Anyhow, keep it positive, someone dig through the IL, for the OP, Micah said he can't reproduce so either its fixed internally, or something else is up. There's a chance tonight I may get a chance to look at it if no one else does...I've got a lot to do...
Originally posted by: corryMight I suggest then, doing AMD's work for them and characterizing the OpenCL->IL bug exactly?
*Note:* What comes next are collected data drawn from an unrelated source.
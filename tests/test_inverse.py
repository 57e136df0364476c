"""Diet-history reconstruction (isoturnover.inverse): operator, strength choice, recovery."""

from __future__ import annotations

import warnings

import numpy as np
import pandas as pd
import pytest
from scipy import integrate, optimize

import isoturnover as iso
from isoturnover.conventions import INTERVAL_COLUMNS
from isoturnover.errors import DataError, IdentifiabilityWarning
from isoturnover.inverse import diet_operator, reconstruct_diet, switch_times, tikhonov_gcv
from isoturnover.kinetics import TurnoverKinetics

# The invented scenario: an animal on a C3-like diet (-22 ‰) switches to a C4-rich diet
# (-12 ‰) at day 60 and to a mixed diet (-19 ‰) at day 140; a tissue with one pool,
# k = 0.06 /d (half-life 11.6 d), separation +1 ‰, sampled every 4 days, sd 0.3 ‰.
EDGES = np.arange(0.0, 221.0, 5.0)
T = np.arange(2.0, 221.0, 4.0)
SWITCHES = (60.0, 140.0)
SD = 0.3
KIN = {"rates": [0.06], "separation": 1.0}


def _truth(t):
    return np.where(t < 60, -22.0, np.where(t < 140, -12.0, -19.0))


XTRUE = _truth(np.r_[-1.0, EDGES[:-1]])   # the diet before the grid, then each interval


def _series(seed):
    A = diet_operator(T, EDGES, [0.06])
    return A @ XTRUE + 1.0 + np.random.default_rng(seed).normal(0.0, SD, T.size)


def _captive_fit(seed=5):
    """A captive diet-switch fit of the same tissue (invented): k and the separation."""
    tc = np.linspace(0.0, 120.0, 16)
    yc = -15.0 + 1.0 - 10.0 * np.exp(-0.06 * tc) + \
        np.random.default_rng(seed).normal(0.0, SD, tc.size)
    model = iso.TurnoverModel(1, diet=iso.DietHistory.step(-25.0, -15.0))
    return model.fit(tc, yc, SD)


# --------------------------------------------------------------------------- operator

def _diet_function(edges, values):
    def d(s):
        if s < edges[0]:
            return values[0]
        j = min(int(np.searchsorted(edges, s, side="right")) - 1, edges.size - 2)
        return values[1 + j]
    return d


def test_operator_matches_ode_parallel_pools():
    # source: scipy.integrate.solve_ivp of dδ_i/dt = k_i (d(t) + Δ - δ_i), δ = Σ f_i δ_i,
    # started at equilibrium with the diet before the grid, delayed by the lag
    rng = np.random.default_rng(3)
    edges = np.linspace(0.0, 100.0, 21)
    vals = rng.normal(-20.0, 3.0, 21)
    k, f, sep, lag = np.array([0.15, 0.03]), np.array([0.35, 0.65]), 2.0, 1.5
    t = np.sort(rng.uniform(-5.0, 100.0, 25))
    d = _diet_function(edges, vals)

    def rhs(s, u):
        return k * (d(s - lag) + sep - u)

    sol = integrate.solve_ivp(rhs, (-20.0, 100.0), [vals[0] + sep] * 2, t_eval=t,
                              rtol=1e-11, atol=1e-12, max_step=0.25)
    A = diet_operator(t, edges, k, f, lag=lag)
    assert np.allclose(A.sum(axis=1), 1.0, atol=1e-12)   # by hand: weights sum to one
    assert np.max(np.abs(f @ sol.y - (sep + A @ vals))) < 1e-6


def test_operator_matches_ode_chain():
    # source: scipy.integrate.solve_ivp of the precursor-product chain
    # dP/dt = k1 (d + Δ - P), dT/dt = k2 (P - T)
    rng = np.random.default_rng(4)
    edges = np.linspace(0.0, 80.0, 17)
    vals = rng.normal(-18.0, 2.0, 17)
    k1, k2 = 0.2, 0.05
    t = np.sort(rng.uniform(0.0, 80.0, 20))
    d = _diet_function(edges, vals)

    def rhs(s, u):
        return [k1 * (d(s) - u[0]), k2 * (u[0] - u[1])]

    sol = integrate.solve_ivp(rhs, (-10.0, 80.0), [vals[0], vals[0]], t_eval=t, rtol=1e-11,
                              atol=1e-12, max_step=0.25)
    A = diet_operator(t, edges, [k1, k2], structure="chain")
    assert np.max(np.abs(sol.y[1] - A @ vals)) < 1e-6


@pytest.mark.parametrize("separation", ["difference", "epsilon"])
def test_operator_matches_library_forward_model(separation):
    # source: the library's own forward model, TurnoverKinetics with a DietHistory of the
    # same piecewise-constant diet (superposition of step responses)
    rng = np.random.default_rng(5)
    edges = np.linspace(0.0, 150.0, 31)
    vals = rng.normal(-20.0, 3.0, 31)
    dh = iso.DietHistory(vals[0], changes=list(zip(edges[:-1], vals[1:])))
    kin = TurnoverKinetics(2, diet=dh, separation=separation)
    theta = np.array([1.7, 0.09, 0.02, 0.3, 0.7])      # separation, k1, k2, f1, f2
    t = np.sort(rng.uniform(-10.0, 150.0, 40))
    A = diet_operator(t, edges, theta[1:3], theta[3:])
    s = theta[0]
    c, m = (s, 1.0) if separation == "difference" else (s, 1.0 + s / 1000.0)
    assert np.max(np.abs(kin.evaluate(t, theta) - (c + m * (A @ vals)))) < 1e-10


def test_window_average_matches_quadrature():
    # source: scipy.integrate.quad of the point operator over each observation window
    edges = np.linspace(0.0, 60.0, 13)
    vals = np.random.default_rng(6).normal(-20.0, 3.0, 13)
    k, f = [0.2, 0.04], [0.5, 0.5]
    a = np.array([3.0, 10.5, 22.0, 40.0])
    b = a + np.array([4.0, 9.0, 0.5, 20.0])
    Aw = diet_operator((a, b), edges, k, f)
    for i in range(a.size):
        val = integrate.quad(lambda s: diet_operator(np.array([s]), edges, k, f)[0] @ vals,
                             a[i], b[i], points=edges[(edges > a[i]) & (edges < b[i])],
                             epsabs=1e-12, epsrel=1e-12, limit=200)[0] / (b[i] - a[i])
        assert abs(val - Aw[i] @ vals) < 1e-9
    # a zero-width window is the point sample
    assert np.allclose(diet_operator((a, a), edges, k, f), diet_operator(a, edges, k, f))
    # the chain's window average (its C(τ) in closed form), also through k1 = k2
    for kc in ([0.2, 0.05], [0.05, 0.2], [0.07, 0.07 * (1 + 1e-9)]):
        Ac = diet_operator((a, b), edges, kc, structure="chain")
        for i in range(a.size):
            val = integrate.quad(
                lambda s, kc=kc: diet_operator(np.array([s]), edges, kc,
                                               structure="chain")[0] @ vals,
                a[i], b[i], points=edges[(edges > a[i]) & (edges < b[i])], epsabs=1e-12,
                epsrel=1e-12, limit=200)[0] / (b[i] - a[i])
            assert abs(val - Ac[i] @ vals) < 1e-9


# --------------------------------------------------------------------------- strength

def test_gcv_matches_brute_force_scan():
    # source: the GCV function of Golub, Heath & Wahba (1979) computed by brute force,
    # G = n ||(I - H) b||² / tr(I - H)², H = A (AᵀA + λ DᵀD)⁻¹ Aᵀ formed explicitly
    y = _series(0)
    A = diet_operator(T, EDGES, [0.06]) / SD
    b = (y - 1.0) / SD
    D = np.diff(np.eye(A.shape[1]), n=2, axis=0)
    n = b.size

    def brute(lam):
        H = A @ np.linalg.solve(A.T @ A + lam * D.T @ D, A.T)
        r = b - H @ b
        return n * (r @ r) / np.trace(np.eye(n) - H) ** 2

    lams = np.logspace(-3, 2, 400)
    scan = np.array([brute(v) for v in lams])
    g = tikhonov_gcv(A, b, D, lams)
    assert np.allclose(g["scores"], scan, rtol=1e-7)
    best = tikhonov_gcv(A, b, D)["best"]
    i = int(np.argmin(scan))
    assert lams[max(i - 1, 0)] <= best <= lams[min(i + 1, lams.size - 1)]
    assert brute(best) <= scan[i] * (1 + 1e-9)
    r = reconstruct_diet((T, y, SD), KIN, grid=EDGES, n_boot=0)
    assert r.strength_rule == "gcv"
    assert r.strength == pytest.approx(best, rel=1e-9)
Actually, as best I can recall (I'm away from my GPU workstation today), the swizzle/loop-unrolling bug I encountered was not going from OpenCL to IL, but instead the bug manifested itself going from IL to ISA. But to be honest, I didn't look much at the IL. I speculate that the the "pragma unroll" bypasses the bug since by the time the IL->ISA compiler in Catalyst is working on my code, the four loop bodies and the swizzles in them, have all been directly listed out four times. Without the "pragma unroll", the IL->ISA compiler is doing it's own loop unrolling and messing up keeping track of the swizzle. (Oh, and the swizzle is being fully optimzed away and does not appear in the ISA file, it's simply changing which field in the 4 element vector is being worked on per loop body.)
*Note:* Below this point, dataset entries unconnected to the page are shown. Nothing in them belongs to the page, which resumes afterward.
def _y_unit(tab):
    """The unit of the isotope values of a fit's table (that of its first level)."""
    for name in ("delta0", "delta_eq", "plateau_1", "discrimination"):
        row = tab[tab["quantity"].astype(str) == name]
        if len(row) and isinstance(row["unit"].iloc[0], str) and row["unit"].iloc[0]:
            return row["unit"].iloc[0]
    return "‰"


def _rss_header(fit, y_unit):
    """The unit of a fit's residual sum of squares (the objective the candidates minimised)."""
    if getattr(fit, "joint", False):
        return "RSS (all blocks, weighted; no unit)"
    if getattr(fit, "sigma", None) is None:
        return f"RSS ({y_unit}²)"
    return "RSS (weighted by 1/σ²; no unit)"


def _series_section(doc, idx, s, sm, level, method, figure_entries, crit, notes=None,
                    boot=None, shared=()):
    f = s.fit
    tab = f.table(level, "asymptotic" if method == "asymptotic" else "profile")
    y_unit = _y_unit(tab)
    doc.h(2, f"Series {idx}: {s.name}")
    r = s.result
    chosen = r.chosen if r is not None else None
    doc.p(("strong", "Model:"), f" {f.model.describe()}; {f.rate_kind} rates"
          + (f" (candidate “{chosen}”)." if chosen else "."))
    doc.table(["Item", "Value"], [[k, v] for k, v in sm.header])
    # candidate comparison
    doc.h(3, "Candidate models")
    if r is not None and r.comparison is not None:
        cmp = r.comparison
        rows = []
        for lab in r.reasons:
            row = cmp[cmp["label"].astype(str) == str(lab)]
            if len(row):
                c = row.iloc[0]
                rows.append([lab, str(int(c["n_params"])), fmt_number(c["rss"]),
                             fmt_number(c["aicc"], 5),
                             fmt_number(c["delta_aicc"], 3), f"{float(c['weight']):.3f}",
                             "chosen" if lab == r.chosen else "fitted"])
            else:
                rows.append([lab, "—", "—", "—", "—", "—", f"not fitted: {r.reasons[lab]}"])
        doc.table(["Candidate", "k (parameters)", _rss_header(f, y_unit), "AICc", f"Δ{crit}",
                   "Weight (0–1)", "Status"], rows)
        doc.p("k counts the free parameters and the residual variance when it is estimated "
              f"(the k of AICc); Δ{crit} is the difference from the lowest {crit}; weights "
              "w = exp(−Δ/2) / Σ exp(−Δ/2) (Burnham & Anderson 2002).")
    else:
        doc.p("One model was given for this series; no candidates were compared.")
    # parameters and derived quantities
    par = tab[tab["kind"] == "parameter"]
    der = tab[tab["kind"] == "derived"]
    doc.h(3, f"Parameters ({pct_text(level)} intervals)")
    rows = []
    for _, q in par.iterrows():
        if q["method"] == "fixed":
            rows.append([q["quantity"], fmt_number(q["estimate"]), "fixed", "fixed", "fixed",
                         "fixed", fmt_text(q["unit"])])
            continue
        rows.append([q["quantity"], fmt_number(q["estimate"]), fmt_number(q["stderr"]),
                     fmt_bound(q["lower"], q["lower_status"]),
                     fmt_bound(q["upper"], q["upper_status"]),
                     q["method"], fmt_text(q["unit"])])
    doc.table(["Parameter", "Estimate", "SE", "Lower", "Upper", "Method", "Unit"], rows)
    doc.h(3, "Derived quantities")
    names = {"time_to_95": "time to 95 % of a step change",
             "mean_residence_time": "mean residence time",
             "mean_residence_time_incorporation":
                 "mean residence time, incorporation (from k_d + k_g)",
             "mean_residence_time_catabolic": "mean residence time, catabolic (from k_d)"}
    rows = []
    for _, q in der.iterrows():
        nm = str(q["quantity"])
        if nm.startswith("half_life_"):
            label = f"half-life, {'step' if f.kinetics.structure == 'chain' else 'pool'} " \
                    f"{nm.rsplit('_', 1)[1]}"
        else:
            label = names.get(nm, nm)
        if q["method"] == "not_available":
            rows.append([label, fmt_number(q["estimate"]), "no interval", "no interval", "—",
                         fmt_text(q["unit"])])
            continue
        rows.append([label, fmt_number(q["estimate"]), fmt_bound(q["lower"], q["lower_status"]),
                     fmt_bound(q["upper"], q["upper_status"]), q["method"], fmt_text(q["unit"])])
    doc.table(["Quantity", "Estimate", "Lower", "Upper", "Method", "Unit"], rows)
    if method == "bootstrap":
        bootstrap_section(doc, boot, tab, level)
    doc.h(3, "Notes")
    own = sm.notes if notes is None else notes
    if own:
        doc.ol(own)
    elif notes is not None and len(notes) < len(sm.notes):
        doc.p("No notes of this series' own; see the notes at the top.")
    else:
        doc.p("No notes.")
    if shared:
        doc.p(f"Also the shared note{'s' if len(shared) > 1 else ''} "
              f"{', '.join(shared)} (under “Notes shared by several series” at the top).")
    for url, alt, caption in figure_entries:
        doc.img(url, alt, caption)


def _not_fitted(doc, series):
    doc.h(2, "Series not fitted")
    bad = [s for s in series if s.fit is None]
    if not bad:
        doc.p("Every series was fitted.")
        return
    doc.table(["Series", "Status", "Reason"], [[s.name, s.status, s.reason or "—"]
                                               for s in bad])


# ----------------------------------------------------------------------------------------
# the overview figure's table
# ----------------------------------------------------------------------------------------
def _group_and_label(s):
    """(group, row label) of a series in the overview figure."""
    if s.key:
        parts = [(k, str(v)) for k, v in s.key.items()]
    else:
        info = s.fit.data_info if s.fit is not None else {}
        parts = [(k, str(info[k])) for k in ("tissue", "isotope") if info.get(k)]
    subject = next((v for k, v in parts if k == "subject"), None)
    rest = [v for k, v in parts if k != "subject"]
    if s.key and subject is None and rest:  # no subject key: the last key names the row
        label, rest = rest[-1], rest[:-1]
    else:
        label = subject if subject is not None else s.name
    # a component written out in another (the isotope in a part named "goats d13C") goes
    kept = [v for i, v in enumerate(rest)
            if not any(i != j and v != w and re.search(rf"(?<!\w){re.escape(v)}(?!\w)", w)
                       for j, w in enumerate(rest))]
    return (" / ".join(dict.fromkeys(kept)) or "all series"), label


def _study_table(series, half_lives):
    import pandas as pd

    rows = []
    for s in series:
        if s.fit is None:
            continue
        group, label = _group_and_label(s)
        for _, h in half_lives[s.name].iterrows():
            rows.append({"group": group, "label": label, "pool": int(h["pool"]),
                         "half_life": h["half_life"], "lower": h["lower"],
                         "upper": h["upper"], "lower_status": h["lower_status"],
                         "upper_status": h["upper_status"], "time_unit": s.fit.time_unit})
    tab = pd.DataFrame(rows)
    if tab.empty:
        return tab
    # groups together, in the order they first appear
    order = {g: i for i, g in enumerate(dict.fromkeys(tab["group"]))}
    return tab.sort_values("group", key=lambda c: c.map(order), kind="stable")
On a side note, AMD did respond to my bug report support ticket, but I've not heard back if they could reproduce it or if it's fixed yet, etc.
10/26/2011 update: At AMD's request, I submitted a full code to reproduce the bug, along with my test results on various GPUs, Catalyst versions, and SDK versions. Hopefully AMD Catalyst developers can make sense of it and get this fixed. Actually, I do hope this is just one bug, and not multiple bugs that have a similar workaround.
I am also experiencing this bug with APP 2.5 in my application. If required I could try to also create a sample code showing this.
Some slight systematic I saw was that it seems to get the correct number of iterations without the pragma if the compile time defined iteration count is something like 4 or 8, but with odd numbers - in my case 13 - it seems to get off track. Specifying "#pragma unroll 13" fixes it in that case.